## [What is being asked]
Copy the lines below verbatim. Begin with the first and end with the line containing "beforeAll(async () =>".

## [Data supplied]
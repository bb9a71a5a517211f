import { fetch } from 'undici';
import { afterAll, beforeAll, beforeEach, describe, expect, it } from 'vitest';
import { startPaymentProviderFake, type PaymentProviderFake } from '@server/fakes/payment-provider/start-payment-provider-fake';
import { fetchPageForms, formsOnPage, submitPageForm } from '@server/fakes/payment-provider/testing/hosted-page-forms';
import { startWebhookReceiver, type WebhookReceiver } from '@server/fakes/payment-provider/testing/webhook-receiver';
import { signatureHeader } from '@server/fakes/payment-provider/webhooks/sign-payload';
import { BillingError } from './billing-error';
import { createBillingService, type BillingService } from './billing-service';
import type { BillingStore, PlanChange } from './billing-store';
import { planFromSubscription } from './plan-from-subscription';
import { PLANS } from './plans';

const WEBHOOK_SECRET = 'whsec_billing_flow_test';
const ORGANISATION_ID = 'org_kestrel_bay';
const CONSOLE = 'http://127.0.0.1:5173';

let fake: PaymentProviderFake;
let receiver: WebhookReceiver;
let billing: BillingService;
const appliedChanges: PlanChange[] = [];
const customersByOrganisation = new Map<string, string>();

// The port our database layer will implement; here a Map, because this suite is about the provider flow.
const store: BillingStore = {
  async findOrganisationIdByCustomerId(customerId) {
    return [...customersByOrganisation].find(([, customer]) => customer === customerId)?.[0] ?? null;
  },
  async applyPlanChange(change) {
    appliedChanges.push(change);
  },
};

beforeAll(async () => {
  receiver = await startWebhookReceiver('/v1/billing/provider-webhooks');
  fake = await startPaymentProviderFake({ webhookSecret: WEBHOOK_SECRET });
  fake.setWebhookUrl(receiver.url);
  billing = createBillingService({ webhookSecret: WEBHOOK_SECRET, apiBaseUrl: fake.baseUrl }, store);
});

afterAll(async () => {
  await fake.stop();
  await receiver.stop();
});

beforeEach(() => {
  receiver.received.length = 0;
  appliedChanges.length = 0;
});

async function applyAll(): Promise<PlanChange[]> {
  for (const delivery of receiver.received) await billing.handleProviderWebhook(delivery.rawBody, delivery.signature);
  return [...appliedChanges];
}

describe('plan changes through the provider SDK and the local fake', () => {
  let customerId: string;

  it('checkout: page → pay → signed webhooks → the organisation is on the new plan', async () => {
    const checkout = await billing.startCheckout({
      organisationId: ORGANISATION_ID,
      organisationName: 'Kestrel Bay Acoustics',
      billingEmail: 'billing@kestrelbay.example',
      planId: 'plant',
      successUrl: `${CONSOLE}/settings/plan?checkout={CHECKOUT_SESSION_ID}`,
      cancelUrl: `${CONSOLE}/settings/plan`,
    });
    customerId = checkout.customerId;
    customersByOrganisation.set(ORGANISATION_ID, customerId);
    expect(checkout.url.startsWith(`${fake.baseUrl}/checkout/`)).toBe(true);

    const page = await fetch(checkout.url);
    expect(page.status).toBe(200);
    const [payForm] = formsOnPage(await page.text());
    expect(payForm.label).toBe('Pay €1,490.00 and subscribe');

    const paid = await submitPageForm(checkout.url, payForm);
    expect(paid.status).toBe(303);
    expect(paid.headers.get('location')).toBe(`${CONSOLE}/settings/plan?checkout=${checkout.sessionId}`);

    // Delivered before the redirect, in the provider's order.
    const events = receiver.received.map((delivery) => billing.verifyProviderWebhook(delivery.rawBody, delivery.signature));
    expect(events.map((event) => event.type)).toEqual(['customer.subscription.created', 'invoice.paid', 'checkout.session.completed']);
    const [created] = events;
    if (created.type !== 'customer.subscription.created') throw new Error('unexpected event order');
    expect(planFromSubscription(created.data.object)).toBe('plant');

    const changes = await applyAll();
    expect(changes).toHaveLength(3);
    for (const change of changes) {
      expect(change).toMatchObject({ organisationId: ORGANISATION_ID, customerId, planId: 'plant', subscriptionStatus: 'active' });
      // One calendar month ahead: 28 to 31 days (Gregorian calendar).
      const daysAhead = ((change.currentPeriodEndsAt?.getTime() ?? 0) - Date.now()) / 86_400_000;
      expect(daysAhead).toBeGreaterThan(27.9);
      expect(daysAhead).toBeLessThanOrEqual(31);
    }
  });

  it('refuses tampered, wrongly keyed, stale and unsigned deliveries', async () => {
    const payload = JSON.stringify({ id: 'evt_forged', object: 'event', type: 'customer.subscription.updated', data: { object: {} } }, null, 2);
    const now = Math.floor(Date.now() / 1000);
    const valid = signatureHeader(payload, WEBHOOK_SECRET, now);
    expect(billing.verifyProviderWebhook(payload, valid).id).toBe('evt_forged');

    const tamperedBody = payload.replace('evt_forged', 'evt_forgeD');
    const refusals = [
      () => billing.verifyProviderWebhook(tamperedBody, valid),
      () => billing.verifyProviderWebhook(payload, signatureHeader(payload, 'whsec_someone_else', now)),
      // 10 minutes old, beyond the 5-minute tolerance.
      () => billing.verifyProviderWebhook(payload, signatureHeader(payload, WEBHOOK_SECRET, now - 600)),
      () => billing.verifyProviderWebhook(payload, valid.replace(/v1=[0-9a-f]{4}/, 'v1=0000')),
    ];
    for (const refusal of refusals) {
      expect(refusal).toThrow(BillingError);
      expect(refusal).toThrow(expect.objectContaining({ code: 'webhook_signature_invalid', status: 400 }));
    }
    expect(() => billing.verifyProviderWebhook(payload, undefined)).toThrow(expect.objectContaining({ code: 'webhook_signature_missing' }));
    await expect(billing.handleProviderWebhook(tamperedBody, valid)).rejects.toMatchObject({ code: 'webhook_signature_invalid' });
  });

  it('sends a paying organisation to the portal instead of a second checkout', async () => {
    const attempt = billing.startCheckout({ organisationId: ORGANISATION_ID, customerId, planId: 'line', successUrl: `${CONSOLE}/ok`, cancelUrl: `${CONSOLE}/no` });
    await expect(attempt).rejects.toMatchObject({ code: 'subscription_exists', status: 409 });
  });

  it('replaces a stored customer the provider no longer knows', async () => {
    const checkout = await billing.startCheckout({
      organisationId: 'org_harbour_lab',
      customerId: 'cus_forgotten_by_the_provider',
      planId: 'line',
      successUrl: `${CONSOLE}/ok`,
      cancelUrl: `${CONSOLE}/no`,
    });
    expect(checkout.customerId).not.toBe('cus_forgotten_by_the_provider');
    const customer = await billing.stripe.customers.retrieve(checkout.customerId);
    expect((customer as { metadata: Record<string, string> }).metadata).toEqual({ organisation_id: 'org_harbour_lab' });
  });

  it('refuses a checkout for the free plan', async () => {
    const attempt = billing.startCheckout({ organisationId: ORGANISATION_ID, planId: 'bench', successUrl: `${CONSOLE}/ok`, cancelUrl: `${CONSOLE}/no` });
    await expect(attempt).rejects.toMatchObject({ code: 'plan_not_purchasable', status: 422 });
  });

  it('lists the paid invoice with amount, service period and plan', async () => {
    const invoices = await billing.listInvoices(customerId);
    expect(invoices).toHaveLength(1);
    const [invoice] = invoices;
    expect(invoice).toMatchObject({ status: 'paid', currency: 'eur', amountPaidMinor: PLANS.plant.monthlyPriceMinor, planId: 'plant' });
    expect(invoice.number).toMatch(/^[A-Z0-9]{8}-0001$/);
    expect(invoice.periodEnd.getTime()).toBeGreaterThan(invoice.periodStart.getTime());
    const hosted = await fetch(String(invoice.hostedInvoiceUrl));
    expect(hosted.status).toBe(200);
    expect(await hosted.text()).toContain(`Invoice ${invoice.number}`);
  });

  it('portal: downgrade from plant to line', async () => {
    const portal = await billing.openPortal({ customerId, returnUrl: `${CONSOLE}/settings/plan` });
    const forms = await fetchPageForms(portal.url);
    const downgrade = forms.find((form) => form.label.startsWith('Switch to Sweepline Line'));
    expect(downgrade?.label).toBe('Switch to Sweepline Line (€290.00 per month)');
    expect(forms.some((form) => form.label.startsWith('Switch to Sweepline Bench'))).toBe(false);

    const changed = await submitPageForm(portal.url, downgrade!);
    expect(changed.status).toBe(303);
    expect(changed.headers.get('location')).toBe(`${CONSOLE}/settings/plan`);

    expect(receiver.received).toHaveLength(1);
    const event = billing.verifyProviderWebhook(receiver.received[0].rawBody, receiver.received[0].signature);
    if (event.type !== 'customer.subscription.updated') throw new Error(`unexpected ${event.type}`);
    expect(planFromSubscription(event.data.object)).toBe('line');
    const previousItems = event.data.previous_attributes?.items?.data ?? [];
    expect(previousItems.map((item) => item.price.lookup_key)).toEqual([PLANS.plant.priceLookupKey]);

    const [change] = await applyAll();
    expect(change).toMatchObject({ organisationId: ORGANISATION_ID, planId: 'line', subscriptionStatus: 'active' });
  });

  it('portal: cancelling returns the organisation to the free plan', async () => {
    const portal = await billing.openPortal({ customerId, returnUrl: `${CONSOLE}/settings/plan` });
    const forms = await fetchPageForms(portal.url);
    const cancel = forms.find((form) => form.label === 'Cancel subscription now');
    expect((await submitPageForm(portal.url, cancel!)).status).toBe(303);

    const [event] = receiver.received.map((delivery) => billing.verifyProviderWebhook(delivery.rawBody, delivery.signature));
    expect(event.type).toBe('customer.subscription.deleted');
    const [change] = await applyAll();
    expect(change).toMatchObject({ organisationId: ORGANISATION_ID, planId: 'bench', subscriptionId: null, subscriptionStatus: 'canceled', currentPeriodEndsAt: null });
  });

  it('falls back to the stored customer link when a subscription carries no organisation id', async () => {
    // A subscription made without our metadata (e.g. by hand at the provider) still maps through the store.
    const [price] = (await billing.stripe.prices.list({ lookup_keys: [PLANS.line.priceLookupKey] })).data;
    const session = await billing.stripe.checkout.sessions.create({
      mode: 'subscription',
      customer: customerId,
      line_items: [{ price: price.id }],
      success_url: `${CONSOLE}/ok`,
    });
    const [payForm] = await fetchPageForms(String(session.url));
    await submitPageForm(String(session.url), payForm);
    const changes = await applyAll();
    expect(changes.map((change) => [change.organisationId, change.planId])).toEqual([
      [ORGANISATION_ID, 'line'],
      [ORGANISATION_ID, 'line'],
      [ORGANISATION_ID, 'line'],
    ]);
  });
});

## [Answer to this task]
repository bb9a71a5a517211f
import { fetch } from 'undici';
import { afterAll, beforeAll, beforeEach, describe, expect, it } from 'vitest';
import { startPaymentProviderFake, type PaymentProviderFake } from '@server/fakes/payment-provider/start-payment-provider-fake';
import { fetchPageForms, formsOnPage, submitPageForm } from '@server/fakes/payment-provider/testing/hosted-page-forms';
import { startWebhookReceiver, type WebhookReceiver } from '@server/fakes/payment-provider/testing/webhook-receiver';
import { signatureHeader } from '@server/fakes/payment-provider/webhooks/sign-payload';
import { BillingError } from './billing-error';
import { createBillingService, type BillingService } from './billing-service';
import type { BillingStore, PlanChange } from './billing-store';
import { planFromSubscription } from './plan-from-subscription';
import { PLANS } from './plans';

const WEBHOOK_SECRET = 'whsec_billing_flow_test';
const ORGANISATION_ID = 'org_kestrel_bay';
const CONSOLE = 'http://127.0.0.1:5173';

let fake: PaymentProviderFake;
let receiver: WebhookReceiver;
let billing: BillingService;
const appliedChanges: PlanChange[] = [];
const customersByOrganisation = new Map<string, string>();

// The port our database layer will implement; here a Map, because this suite is about the provider flow.
const store: BillingStore = {
  async findOrganisationIdByCustomerId(customerId) {
    return [...customersByOrganisation].find(([, customer]) => customer === customerId)?.[0] ?? null;
  },
  async applyPlanChange(change) {
    appliedChanges.push(change);
  },
};

beforeAll(async () => {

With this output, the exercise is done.